BEGIN Given entries

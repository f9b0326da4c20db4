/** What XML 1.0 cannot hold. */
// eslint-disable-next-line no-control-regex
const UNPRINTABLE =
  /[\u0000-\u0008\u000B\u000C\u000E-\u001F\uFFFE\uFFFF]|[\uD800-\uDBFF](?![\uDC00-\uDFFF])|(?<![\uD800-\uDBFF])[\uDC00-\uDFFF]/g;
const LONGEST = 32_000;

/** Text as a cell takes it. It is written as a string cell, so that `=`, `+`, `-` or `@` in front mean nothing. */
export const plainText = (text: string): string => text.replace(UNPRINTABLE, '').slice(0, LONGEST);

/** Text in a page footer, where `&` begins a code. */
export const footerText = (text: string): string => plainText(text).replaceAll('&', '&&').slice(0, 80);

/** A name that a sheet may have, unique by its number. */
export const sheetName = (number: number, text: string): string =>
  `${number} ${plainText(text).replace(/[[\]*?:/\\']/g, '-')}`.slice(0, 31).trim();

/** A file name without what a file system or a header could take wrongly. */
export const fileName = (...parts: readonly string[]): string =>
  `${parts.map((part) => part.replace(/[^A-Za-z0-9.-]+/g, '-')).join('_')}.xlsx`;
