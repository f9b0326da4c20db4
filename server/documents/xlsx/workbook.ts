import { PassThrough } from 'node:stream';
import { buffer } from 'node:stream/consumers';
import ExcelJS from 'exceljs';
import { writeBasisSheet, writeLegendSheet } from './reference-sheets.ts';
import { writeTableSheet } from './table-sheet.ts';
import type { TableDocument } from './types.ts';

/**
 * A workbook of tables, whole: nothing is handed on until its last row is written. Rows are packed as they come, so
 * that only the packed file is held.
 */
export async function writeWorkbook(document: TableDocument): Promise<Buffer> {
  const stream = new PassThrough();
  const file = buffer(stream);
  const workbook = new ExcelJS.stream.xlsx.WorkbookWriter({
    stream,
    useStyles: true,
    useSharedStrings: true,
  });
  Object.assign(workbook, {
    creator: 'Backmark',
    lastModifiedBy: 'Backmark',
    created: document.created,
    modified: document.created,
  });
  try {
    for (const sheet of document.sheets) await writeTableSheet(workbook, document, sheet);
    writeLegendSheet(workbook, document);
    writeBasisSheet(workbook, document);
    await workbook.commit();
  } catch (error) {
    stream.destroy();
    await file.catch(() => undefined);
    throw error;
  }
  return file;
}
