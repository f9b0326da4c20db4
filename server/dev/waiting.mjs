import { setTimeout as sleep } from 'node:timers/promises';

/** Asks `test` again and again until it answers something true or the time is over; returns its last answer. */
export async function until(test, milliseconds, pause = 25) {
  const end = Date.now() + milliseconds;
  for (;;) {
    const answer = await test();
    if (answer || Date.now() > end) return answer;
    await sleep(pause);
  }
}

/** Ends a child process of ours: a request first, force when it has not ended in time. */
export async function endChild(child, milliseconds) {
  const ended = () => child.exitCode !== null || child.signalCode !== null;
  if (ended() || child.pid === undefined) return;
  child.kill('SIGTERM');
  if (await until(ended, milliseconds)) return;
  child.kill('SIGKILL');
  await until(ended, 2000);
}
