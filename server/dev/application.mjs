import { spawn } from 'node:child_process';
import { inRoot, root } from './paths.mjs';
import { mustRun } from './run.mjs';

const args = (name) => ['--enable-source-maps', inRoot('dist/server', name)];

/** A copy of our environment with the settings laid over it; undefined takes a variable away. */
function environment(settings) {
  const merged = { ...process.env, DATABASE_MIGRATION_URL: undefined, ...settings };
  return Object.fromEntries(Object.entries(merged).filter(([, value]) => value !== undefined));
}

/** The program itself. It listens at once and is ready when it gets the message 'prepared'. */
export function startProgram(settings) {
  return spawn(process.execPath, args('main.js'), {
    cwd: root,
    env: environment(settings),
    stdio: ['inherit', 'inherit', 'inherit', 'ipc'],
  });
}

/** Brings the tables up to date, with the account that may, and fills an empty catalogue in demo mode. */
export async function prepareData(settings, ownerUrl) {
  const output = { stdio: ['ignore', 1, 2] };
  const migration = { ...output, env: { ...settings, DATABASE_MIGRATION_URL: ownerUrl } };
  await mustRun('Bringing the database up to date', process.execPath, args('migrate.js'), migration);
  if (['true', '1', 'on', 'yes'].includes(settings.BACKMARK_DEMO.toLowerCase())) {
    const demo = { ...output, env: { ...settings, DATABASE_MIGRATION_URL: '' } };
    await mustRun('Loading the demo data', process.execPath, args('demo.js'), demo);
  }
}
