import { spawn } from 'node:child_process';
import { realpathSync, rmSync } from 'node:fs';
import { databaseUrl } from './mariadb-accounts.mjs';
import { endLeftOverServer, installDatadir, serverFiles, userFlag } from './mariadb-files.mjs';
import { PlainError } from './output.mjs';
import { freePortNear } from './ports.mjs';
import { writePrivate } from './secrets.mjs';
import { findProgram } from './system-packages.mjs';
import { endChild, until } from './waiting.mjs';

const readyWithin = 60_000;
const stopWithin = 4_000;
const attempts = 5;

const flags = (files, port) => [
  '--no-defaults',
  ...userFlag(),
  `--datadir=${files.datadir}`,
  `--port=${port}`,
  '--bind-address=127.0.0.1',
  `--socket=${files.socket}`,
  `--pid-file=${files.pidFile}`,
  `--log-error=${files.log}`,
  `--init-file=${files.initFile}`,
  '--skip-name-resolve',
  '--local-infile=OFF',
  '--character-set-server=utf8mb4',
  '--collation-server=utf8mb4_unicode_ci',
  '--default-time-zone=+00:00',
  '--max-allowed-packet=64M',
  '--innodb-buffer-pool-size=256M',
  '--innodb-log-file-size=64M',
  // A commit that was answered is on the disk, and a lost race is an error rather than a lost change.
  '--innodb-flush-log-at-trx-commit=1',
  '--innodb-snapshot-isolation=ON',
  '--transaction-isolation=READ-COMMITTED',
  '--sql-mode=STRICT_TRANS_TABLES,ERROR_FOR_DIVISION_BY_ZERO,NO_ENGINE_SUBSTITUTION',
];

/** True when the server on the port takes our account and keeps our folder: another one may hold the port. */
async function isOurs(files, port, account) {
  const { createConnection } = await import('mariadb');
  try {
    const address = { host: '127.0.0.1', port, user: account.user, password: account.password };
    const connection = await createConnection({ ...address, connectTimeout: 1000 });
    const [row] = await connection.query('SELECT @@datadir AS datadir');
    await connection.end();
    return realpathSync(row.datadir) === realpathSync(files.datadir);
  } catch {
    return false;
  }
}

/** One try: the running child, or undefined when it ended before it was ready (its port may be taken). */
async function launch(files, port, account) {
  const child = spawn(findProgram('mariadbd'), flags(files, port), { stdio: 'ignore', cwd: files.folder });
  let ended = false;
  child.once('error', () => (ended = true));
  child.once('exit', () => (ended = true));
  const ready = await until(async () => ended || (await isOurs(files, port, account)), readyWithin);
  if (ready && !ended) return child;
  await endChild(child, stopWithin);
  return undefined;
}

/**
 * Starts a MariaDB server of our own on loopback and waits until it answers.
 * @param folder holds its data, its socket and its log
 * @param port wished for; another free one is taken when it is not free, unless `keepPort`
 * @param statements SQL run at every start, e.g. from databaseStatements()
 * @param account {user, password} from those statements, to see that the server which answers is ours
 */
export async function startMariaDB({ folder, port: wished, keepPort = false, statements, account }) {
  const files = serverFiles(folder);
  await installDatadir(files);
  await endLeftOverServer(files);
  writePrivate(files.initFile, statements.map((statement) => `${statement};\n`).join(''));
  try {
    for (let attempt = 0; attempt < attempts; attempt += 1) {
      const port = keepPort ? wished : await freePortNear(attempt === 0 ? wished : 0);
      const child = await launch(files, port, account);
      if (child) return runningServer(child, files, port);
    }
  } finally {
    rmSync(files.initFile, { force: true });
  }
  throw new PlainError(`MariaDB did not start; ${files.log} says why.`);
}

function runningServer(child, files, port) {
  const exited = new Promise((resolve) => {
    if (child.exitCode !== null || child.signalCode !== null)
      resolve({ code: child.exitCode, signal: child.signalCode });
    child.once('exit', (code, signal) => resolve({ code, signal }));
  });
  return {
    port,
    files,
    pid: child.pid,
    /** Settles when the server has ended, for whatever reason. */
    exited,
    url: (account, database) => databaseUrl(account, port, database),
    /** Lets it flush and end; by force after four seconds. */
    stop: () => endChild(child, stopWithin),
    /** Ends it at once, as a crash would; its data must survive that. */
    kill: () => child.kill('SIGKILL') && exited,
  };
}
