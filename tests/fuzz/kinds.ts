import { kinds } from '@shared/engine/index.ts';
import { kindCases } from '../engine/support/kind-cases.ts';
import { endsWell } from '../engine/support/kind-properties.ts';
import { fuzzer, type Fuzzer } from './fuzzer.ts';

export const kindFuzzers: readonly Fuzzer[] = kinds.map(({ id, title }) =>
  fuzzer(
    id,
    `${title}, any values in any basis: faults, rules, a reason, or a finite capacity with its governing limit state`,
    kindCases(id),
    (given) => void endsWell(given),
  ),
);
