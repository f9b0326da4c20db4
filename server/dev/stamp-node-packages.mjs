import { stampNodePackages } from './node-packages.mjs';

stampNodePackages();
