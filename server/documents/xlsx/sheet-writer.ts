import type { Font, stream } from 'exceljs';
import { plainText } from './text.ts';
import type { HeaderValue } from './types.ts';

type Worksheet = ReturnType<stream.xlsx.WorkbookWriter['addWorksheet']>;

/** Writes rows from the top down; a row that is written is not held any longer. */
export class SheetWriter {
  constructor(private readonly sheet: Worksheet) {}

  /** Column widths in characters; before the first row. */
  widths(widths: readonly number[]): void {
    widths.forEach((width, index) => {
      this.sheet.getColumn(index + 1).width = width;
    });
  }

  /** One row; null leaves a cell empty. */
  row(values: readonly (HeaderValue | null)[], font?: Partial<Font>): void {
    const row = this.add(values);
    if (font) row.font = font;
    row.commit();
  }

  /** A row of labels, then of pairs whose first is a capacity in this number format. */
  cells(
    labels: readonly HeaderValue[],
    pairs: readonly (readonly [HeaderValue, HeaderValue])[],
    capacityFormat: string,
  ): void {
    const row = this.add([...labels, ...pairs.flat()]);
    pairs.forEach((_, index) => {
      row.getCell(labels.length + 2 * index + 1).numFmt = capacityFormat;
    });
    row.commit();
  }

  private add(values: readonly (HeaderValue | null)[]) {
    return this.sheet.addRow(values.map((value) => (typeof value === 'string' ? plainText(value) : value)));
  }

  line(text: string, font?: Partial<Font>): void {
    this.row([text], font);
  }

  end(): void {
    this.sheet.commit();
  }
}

END Given entries

◆ **Your task**
Your answer should be a single number: the count of lines above with the word "address".

◆ **Output below**
3